Even the stories of the first responders (the liquidators) are not simple. About thirty first responders died horrible deaths. The series seared images of extreme radiation-induced erythema into our memories. But, we also know that two of the "divers" are still alive today, and the third diver died of a cause unlikely linked to radiation. On the other hand, there are cases of people who lived and worked in the surrounding areas who certainly died of radiation-induced illnesses. The total number of deaths from the accident, integrated over all time, is a number we cannot know, but it is likely several orders of magnitude larger than the number who died of acute radiation exposure. This total number could be smaller, larger, or commensurate with the number of elective abortions throughout Europe due to a perceived threat. The direct, or exacerbating, health consequences from family and large-scale societal disruption and major anxiety are also unknowable.

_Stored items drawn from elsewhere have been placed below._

"""A run ended from outside ends cleanly: Ctrl-C and SIGTERM give one line and exit status 128 +
the signal's number (130, 143, as shells report a process ended by a signal); SIGKILL, which the
process cannot see, still leaves no worker, forkserver or resource tracker running and nothing in
/dev/shm; the output folder is never left half-made.

The statuses are the shells' convention (POSIX, Shell Command Language, section 2.8.2 "Exit Status
for Commands": a command ended by a signal reports a status greater than 128; bash and dash report
128 + the signal number). The rest is the project's own rule (issue 16, item 1); common practice, no
single source.

Each test starts the real command in its own session, as a terminal would start it, and finds every
process of the run (the run's own, the forkserver, the workers, the resource tracker) by a mark in
their environment, which they all inherit, so that it finds them even after the run's process has
gone and they have been handed to another parent. The runs price 4 sites x 20,000 replicate seasons
on 2 workers, several seconds of work, and are stopped soon after the workers are there; since
starting a run (Python, its libraries, the forkserver) costs seconds, the runs of a kind run side by
side.
"""

from __future__ import annotations

import os
import signal
import subprocess
import sys
import time
import uuid
from pathlib import Path

import numpy as np
import pandas as pd
import pytest

pytestmark = pytest.mark.skipif(not sys.platform.startswith("linux"), reason="reads /proc and /dev/shm")

# what the gonogo script runs, with Ctrl-C handled as in a terminal's foreground job even where the
# test runner was started with it ignored (a background job of a script is), which a child inherits
ENTRY = ("import signal; signal.signal(signal.SIGINT, signal.default_int_handler); "
         "from gonogo_command import main; main()")
ROOT = Path(__file__).resolve().parents[1]
PROCESSES_OF_A_RUN = 5  # its own, the resource tracker, the forkserver and 2 workers
WITHIN = 10.0  # seconds for a stopped run to end, and for what it started to end after it


@pytest.fixture(scope="module")
def busy(tmp_path_factory) -> Path:
    """A scenario of 4 invented sites over 8 years, 20,000 replicate seasons: seconds of pricing."""
    folder = tmp_path_factory.mktemp("busy")
    rng = np.random.default_rng(20270415)
    dates = pd.date_range("2016-01-01", "2023-12-31", freq="D").strftime("%Y-%m-%d")
    frames = []
    for k in range(4):
        p = np.round(rng.uniform(0, 1, dates.size), 2)
        frames.append(pd.DataFrame({"date": dates, "site": f"depot {k}", "probability": p,
                                    "outcome": (rng.uniform(size=dates.size) < p).astype(int)}))
    pd.concat(frames).to_csv(folder / "history.csv", index=False)
    (folder / "busy.toml").write_text('name = "busy"\n[history]\npath = "history.csv"\nsite_column = "site"\n'
                                      "[costs]\nhit = 300\nfalse_alarm = 1800\nmiss = 2500\n"
                                      "[simulation]\nreplicates = 20000\nseed = 3\n")
    return folder / "busy.toml"


class Run:
    """``gonogo run`` started in its own session, its processes marked in their environment."""

    def __init__(self, scenario: Path, out: Path):
        self.mark = uuid.uuid4().hex
        self.out = out
        env = dict(os.environ, GONOGO_TEST_RUN=self.mark)
        self.process = subprocess.Popen(
            [sys.executable, "-c", ENTRY, "run", str(scenario), "--out", str(out), "--quiet", "--workers", "2"],
            cwd=ROOT, env=env, stdout=subprocess.PIPE, stderr=subprocess.PIPE, start_new_session=True)
        self.started = time.monotonic()
        self.shared: set[str] = set()

    def processes(self) -> list[int]:
        """Every live process with this run's mark (zombies, already ended, are not counted)."""
        found = []
        for name in os.listdir("/proc"):
            if not name.isdigit():
                continue
            try:
                environ = Path(f"/proc/{name}/environ").read_bytes()
                state = Path(f"/proc/{name}/stat").read_text().rsplit(")", 1)[1].split()[0]
            except OSError:
                continue
            if f"GONOGO_TEST_RUN={self.mark}".encode() in environ.split(b"\0") and state != "Z":
                found.append(int(name))
        return found

    def note_shared_memory(self) -> None:
        """The /dev/shm files the run's processes have mapped (semaphores, the shared block)."""
        for pid in self.processes():
            try:
                maps = Path(f"/proc/{pid}/maps").read_text()
            except OSError:
                continue
            self.shared |= {line.split("/dev/shm/")[1].split()[0] for line in maps.splitlines()
                            if "/dev/shm/" in line}

    def wait_for_workers(self, timeout: float = 90.0) -> None:
        while len(self.processes()) < PROCESSES_OF_A_RUN:
            assert self.process.poll() is None, self.process.communicate()[1].decode()
            assert time.monotonic() - self.started < timeout, "the workers never started"
            time.sleep(0.05)
        self.note_shared_memory()

    def stop(self, signum: int) -> None:
        self.note_shared_memory()
        self.stopped = time.monotonic()
        if signum == signal.SIGINT:  # Ctrl-C in a terminal reaches the whole process group
            os.killpg(self.process.pid, signum)
        else:
            os.kill(self.process.pid, signum)

    def end(self) -> tuple[int, str, float]:
        """The exit status, standard error, and seconds from the stop to the end."""
        try:
            _, err = self.process.communicate(timeout=WITHIN)
        except subprocess.TimeoutExpired:
            os.killpg(self.process.pid, signal.SIGKILL)
            self.process.communicate()
            pytest.fail(f"the run did not end within {WITHIN:g} s of the stop")
        return self.process.returncode, err.decode(), time.monotonic() - self.stopped

    def assert_nothing_left(self) -> None:
        """No process of the run and none of its /dev/shm files, within a few seconds."""
        deadline = time.monotonic() + WITHIN
        while True:
            alive = self.processes()
            kept = sorted(name for name in self.shared if os.path.exists(f"/dev/shm/{name}"))
            if not alive and not kept:
                break
            assert time.monotonic() < deadline, f"still there: processes {alive}, /dev/shm files {kept}"
            time.sleep(0.05)
        assert not self.out.exists()
        assert not [p for p in self.out.parent.iterdir() if p.name.startswith(".gonogo-staging-")]


def assert_one_line(err: str, start: str) -> None:
    lines = err.strip().splitlines()
    assert len(lines) == 1 and "Traceback" not in err, err
    assert lines[0].startswith(start), err


@pytest.fixture(scope="module")
def stopped_runs(busy, tmp_path_factory) -> dict[str, tuple[Run, int, str, float]]:
    """Runs side by side (their start-up costs seconds each), each stopped in the middle at its own
    moment after its workers started: by SIGTERM, by SIGKILL, and three times by Ctrl-C."""
    folder = tmp_path_factory.mktemp("stopped")
    plan = {"sigterm": (signal.SIGTERM, 0.3), "sigkill": (signal.SIGKILL, 0.3),
            "ctrl-c 1": (signal.SIGINT, 0.0), "ctrl-c 2": (signal.SIGINT, 0.4), "ctrl-c 3": (signal.SIGINT, 1.0)}
    runs = {name: Run(busy, folder / name.replace(" ", "-")) for name in plan}
    for name, run in runs.items():
        run.wait_for_workers()
        time.sleep(plan[name][1])
        run.stop(plan[name][0])
    return {name: (run, *run.end()) for name, run in runs.items()}


def test_sigterm_in_the_middle_of_a_run_ends_it_and_its_workers(stopped_runs):
    run, status, err, took = stopped_runs["sigterm"]
    assert run.shared, "the run mapped nothing from /dev/shm: the test would prove nothing"
    assert status == 128 + signal.SIGTERM, err
    assert_one_line(err, "stopped by SIGTERM: the run did not finish and the output folder is as it was")
    assert took < WITHIN
    run.assert_nothing_left()


def test_sigkill_of_a_run_leaves_no_worker_forkserver_or_tracker_and_nothing_in_dev_shm(stopped_runs):
    run, status, err, _ = stopped_runs["sigkill"]
    assert status == -signal.SIGKILL
    assert err == ""  # not even the resource tracker's warnings about what it frees
    run.assert_nothing_left()


@pytest.mark.parametrize("name", ["ctrl-c 1", "ctrl-c 2", "ctrl-c 3"])
def test_ctrl_c_in_the_middle_of_a_run_ends_it_within_seconds_with_one_line(stopped_runs, name):
    run, status, err, took = stopped_runs[name]
    assert status == 128 + signal.SIGINT, err
    assert_one_line(err, "stopped by Ctrl-C (SIGINT): the run did not finish and the output folder is as it was")
    assert took < WITHIN
    run.assert_nothing_left()


def test_ctrl_c_during_start_up_ends_with_one_line_and_no_traceback(busy, tmp_path):
    """Runs stopped while Python loads the command, while it reads the inputs, and while the
    forkserver and the workers start (the moments depend on the machine; each must be clean)."""
    runs = [Run(busy, tmp_path / f"out{i}") for i in range(4)]
    for run, delay in zip(runs, (0.2, 0.8, 1.6, 2.6)):
        time.sleep(max(0.0, run.started + delay - time.monotonic()))
        run.stop(signal.SIGINT)
    for run in runs:
        status, err, _ = run.end()
        assert status == 128 + signal.SIGINT, err
        assert_one_line(err, "stopped by Ctrl-C (SIGINT)")
        run.assert_nothing_left()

Take the example of the Lyudmilla Ignatenko, the wife of the firefighter who died from extreme radiation exposure. She visits him throughout his final days, and months later her newborn baby dies hours after birth. Viewers are led to believe that Lyudmilla's husband exposed her and the fetus to radiation, which was absorbed by the fetus, saving the mother. This is highly unlikely. The firefighter died from a huge radiation exposure from external sources. He likely inhaled significant airborne radioactivities that would have made him radioactive. While such ingested activities could have contributed to his illness, it was not the cause of death. The reason for isolation of the firefighter was that his white blood cell count, and thus his immune system, was compromised by the acute exposure.

Without mention of the radiation dose received from standing near the exposed firefighter, the series is misleading. Consider this: Our hospital injects dozens of people every day with radioactivity, for diagnostic imaging, and they go home to their spouses and normal lives. You may take a class where the professor had a heart scan the previous day. The point is that the threat to an external person from radiation as depicted in this drama is unsubstantiated. Lyudmilla's presence in Pripyat, after the accident and during early pregnancy, could have had consequences for the fetus. From another perspective, the extreme anxiety Lyudmilla and others experienced could also generate serious consequences.

Conclusion

On the whole, the series lays bare the house of cards created by the Soviet bureaucracy and handles a complex technical incident with some clarity. On the downside, to do so the series fabricates a hero who facilitates digestion of the dramatization. A Russian storyteller would not have been afraid of a larger cast and, in this regard, would have represented reality better. The fabricated character misrepresents both what was, and in some details remains, a foggy story and the opaqueness of the curtain between science and policy. We can engineer better systems (nuclear or other), but we must also prevent the separation of science from policy, the general public, and, as was done in the RBMK design, the skeptical analysis of other scientists.

Authors' Note

Lee Sobotka, professor of chemistry and physics, specializes in nuclear science. Suzanne Loui, lecturer in environmental studies, is the course instructor for "Fallout: Analyzing Texts and Narratives of the Nuclear Era." The authors acknowledge discussions with a Kurchatov Institute scientist.